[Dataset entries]
◇ ◇ ◇ ◇ ◇ ◇ ◇

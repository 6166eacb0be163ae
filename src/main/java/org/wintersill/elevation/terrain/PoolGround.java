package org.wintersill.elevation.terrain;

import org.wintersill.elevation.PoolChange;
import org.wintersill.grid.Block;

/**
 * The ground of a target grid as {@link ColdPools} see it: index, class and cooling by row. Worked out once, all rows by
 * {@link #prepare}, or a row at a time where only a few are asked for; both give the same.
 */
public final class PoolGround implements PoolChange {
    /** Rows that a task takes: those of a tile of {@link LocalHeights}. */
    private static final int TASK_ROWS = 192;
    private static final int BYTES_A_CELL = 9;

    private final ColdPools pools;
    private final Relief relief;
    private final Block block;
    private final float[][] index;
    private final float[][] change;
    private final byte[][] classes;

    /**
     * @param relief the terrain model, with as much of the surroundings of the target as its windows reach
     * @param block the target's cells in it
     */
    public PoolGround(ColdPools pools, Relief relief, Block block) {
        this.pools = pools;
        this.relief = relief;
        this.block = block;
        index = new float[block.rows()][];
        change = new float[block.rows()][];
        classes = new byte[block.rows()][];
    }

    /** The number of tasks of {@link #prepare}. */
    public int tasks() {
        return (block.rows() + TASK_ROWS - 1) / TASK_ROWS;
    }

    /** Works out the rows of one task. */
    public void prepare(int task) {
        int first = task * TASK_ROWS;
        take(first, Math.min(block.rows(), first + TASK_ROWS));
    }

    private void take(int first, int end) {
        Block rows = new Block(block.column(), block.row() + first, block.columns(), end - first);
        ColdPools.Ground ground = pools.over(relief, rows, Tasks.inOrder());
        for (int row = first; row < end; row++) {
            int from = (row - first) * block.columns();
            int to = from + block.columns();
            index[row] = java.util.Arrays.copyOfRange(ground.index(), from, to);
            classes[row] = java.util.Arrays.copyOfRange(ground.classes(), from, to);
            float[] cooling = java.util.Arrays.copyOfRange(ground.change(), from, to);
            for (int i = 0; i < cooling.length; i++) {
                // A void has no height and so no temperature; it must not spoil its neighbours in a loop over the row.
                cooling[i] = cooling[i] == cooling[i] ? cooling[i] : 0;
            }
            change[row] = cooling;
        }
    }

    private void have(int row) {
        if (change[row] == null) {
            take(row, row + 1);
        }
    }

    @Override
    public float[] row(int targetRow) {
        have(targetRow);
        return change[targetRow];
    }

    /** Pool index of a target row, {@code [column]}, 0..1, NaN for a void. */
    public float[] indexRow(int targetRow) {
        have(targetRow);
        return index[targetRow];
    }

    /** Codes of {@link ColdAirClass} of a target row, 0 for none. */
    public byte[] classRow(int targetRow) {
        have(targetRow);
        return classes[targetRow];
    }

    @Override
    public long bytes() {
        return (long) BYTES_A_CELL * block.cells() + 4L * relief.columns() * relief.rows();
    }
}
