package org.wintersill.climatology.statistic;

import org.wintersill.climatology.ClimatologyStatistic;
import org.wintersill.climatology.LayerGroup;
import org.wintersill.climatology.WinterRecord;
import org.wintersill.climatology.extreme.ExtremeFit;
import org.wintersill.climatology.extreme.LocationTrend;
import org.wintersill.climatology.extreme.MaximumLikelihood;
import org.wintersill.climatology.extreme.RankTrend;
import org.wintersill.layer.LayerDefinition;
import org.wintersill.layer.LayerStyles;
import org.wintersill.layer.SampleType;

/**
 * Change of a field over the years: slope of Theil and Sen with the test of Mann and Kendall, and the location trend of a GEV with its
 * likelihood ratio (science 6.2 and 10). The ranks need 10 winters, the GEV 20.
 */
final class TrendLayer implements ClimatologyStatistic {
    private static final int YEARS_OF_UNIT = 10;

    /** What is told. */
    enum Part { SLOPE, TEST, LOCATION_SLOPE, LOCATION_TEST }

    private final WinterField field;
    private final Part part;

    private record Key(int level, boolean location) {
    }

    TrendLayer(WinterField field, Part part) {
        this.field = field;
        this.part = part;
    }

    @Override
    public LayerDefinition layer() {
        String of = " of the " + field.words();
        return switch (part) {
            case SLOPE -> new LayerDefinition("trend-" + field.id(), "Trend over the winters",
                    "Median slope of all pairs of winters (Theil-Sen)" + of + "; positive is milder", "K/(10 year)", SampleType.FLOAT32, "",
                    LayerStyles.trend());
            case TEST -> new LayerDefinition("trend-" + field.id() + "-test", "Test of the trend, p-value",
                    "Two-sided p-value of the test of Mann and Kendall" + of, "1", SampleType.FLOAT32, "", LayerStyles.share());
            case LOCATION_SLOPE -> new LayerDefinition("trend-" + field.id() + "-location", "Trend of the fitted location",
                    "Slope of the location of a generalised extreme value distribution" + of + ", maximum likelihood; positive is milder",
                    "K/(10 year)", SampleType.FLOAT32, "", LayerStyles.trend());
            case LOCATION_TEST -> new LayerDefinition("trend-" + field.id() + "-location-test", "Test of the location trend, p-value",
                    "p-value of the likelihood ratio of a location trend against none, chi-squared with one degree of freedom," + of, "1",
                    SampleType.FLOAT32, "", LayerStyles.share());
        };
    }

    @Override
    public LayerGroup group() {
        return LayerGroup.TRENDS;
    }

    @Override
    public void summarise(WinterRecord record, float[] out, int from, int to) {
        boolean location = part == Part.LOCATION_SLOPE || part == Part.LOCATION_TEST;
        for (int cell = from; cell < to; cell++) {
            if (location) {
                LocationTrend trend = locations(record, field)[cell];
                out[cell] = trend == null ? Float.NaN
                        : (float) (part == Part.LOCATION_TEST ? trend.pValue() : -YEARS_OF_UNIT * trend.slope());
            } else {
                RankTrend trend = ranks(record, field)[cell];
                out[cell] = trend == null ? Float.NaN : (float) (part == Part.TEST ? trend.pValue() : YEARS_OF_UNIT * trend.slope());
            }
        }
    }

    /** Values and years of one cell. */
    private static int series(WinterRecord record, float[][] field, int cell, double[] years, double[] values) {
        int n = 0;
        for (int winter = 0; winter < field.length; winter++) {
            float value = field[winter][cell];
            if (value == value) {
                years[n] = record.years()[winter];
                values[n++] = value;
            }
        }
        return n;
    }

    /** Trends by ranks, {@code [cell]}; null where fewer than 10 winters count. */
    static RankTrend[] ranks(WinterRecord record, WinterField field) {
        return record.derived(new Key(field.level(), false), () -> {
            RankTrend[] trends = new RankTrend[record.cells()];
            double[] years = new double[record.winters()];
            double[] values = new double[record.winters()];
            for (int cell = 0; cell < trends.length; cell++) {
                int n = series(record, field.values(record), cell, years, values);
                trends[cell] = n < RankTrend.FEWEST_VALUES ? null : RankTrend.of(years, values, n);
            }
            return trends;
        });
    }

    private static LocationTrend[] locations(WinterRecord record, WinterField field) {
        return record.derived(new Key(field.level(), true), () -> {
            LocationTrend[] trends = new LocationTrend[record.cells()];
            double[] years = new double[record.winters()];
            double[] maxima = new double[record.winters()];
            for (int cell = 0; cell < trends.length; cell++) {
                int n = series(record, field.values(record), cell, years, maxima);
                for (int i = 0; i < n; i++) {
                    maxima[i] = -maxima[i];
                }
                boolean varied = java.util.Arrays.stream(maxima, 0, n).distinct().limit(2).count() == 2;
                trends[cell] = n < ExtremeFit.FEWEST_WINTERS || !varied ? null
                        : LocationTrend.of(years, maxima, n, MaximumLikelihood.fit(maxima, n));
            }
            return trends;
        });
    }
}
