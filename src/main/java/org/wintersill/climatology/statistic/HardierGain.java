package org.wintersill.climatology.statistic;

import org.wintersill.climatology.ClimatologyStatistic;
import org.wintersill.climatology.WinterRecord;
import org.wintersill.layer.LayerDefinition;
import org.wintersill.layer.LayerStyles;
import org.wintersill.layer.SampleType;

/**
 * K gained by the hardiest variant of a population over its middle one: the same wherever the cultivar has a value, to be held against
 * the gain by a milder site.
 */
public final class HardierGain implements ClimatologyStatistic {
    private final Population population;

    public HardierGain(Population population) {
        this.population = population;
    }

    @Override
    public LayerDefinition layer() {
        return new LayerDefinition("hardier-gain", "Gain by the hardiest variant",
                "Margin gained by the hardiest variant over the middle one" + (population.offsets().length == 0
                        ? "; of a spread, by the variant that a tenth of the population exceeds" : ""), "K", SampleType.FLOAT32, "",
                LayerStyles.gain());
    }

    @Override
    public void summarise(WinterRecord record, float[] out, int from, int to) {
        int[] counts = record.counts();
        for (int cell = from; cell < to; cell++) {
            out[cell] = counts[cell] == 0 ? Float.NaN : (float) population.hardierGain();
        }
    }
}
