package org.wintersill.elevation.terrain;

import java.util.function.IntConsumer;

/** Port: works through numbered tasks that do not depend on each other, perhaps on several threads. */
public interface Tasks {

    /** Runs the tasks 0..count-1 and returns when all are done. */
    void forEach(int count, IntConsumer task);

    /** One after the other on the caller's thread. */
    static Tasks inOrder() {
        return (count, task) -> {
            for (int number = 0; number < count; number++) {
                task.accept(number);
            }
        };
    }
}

◇ ◇ ◇ ◇ ◇ ◇ ◇

WHAT TO PRODUCE.
Please copy exactly, and only, the lines from the line containing "public interface Tasks" through the last line of the records, with both ends included.

REPLY TO THE TASK.
public interface Tasks {

    /** Runs the tasks 0..count-1 and returns when all are done. */
    void forEach(int count, IntConsumer task);

    /** One after the other on the caller's thread. */
    static Tasks inOrder() {
        return (count, task) -> {
            for (int number = 0; number < count; number++) {
                task.accept(number);
            }
        };
    }
}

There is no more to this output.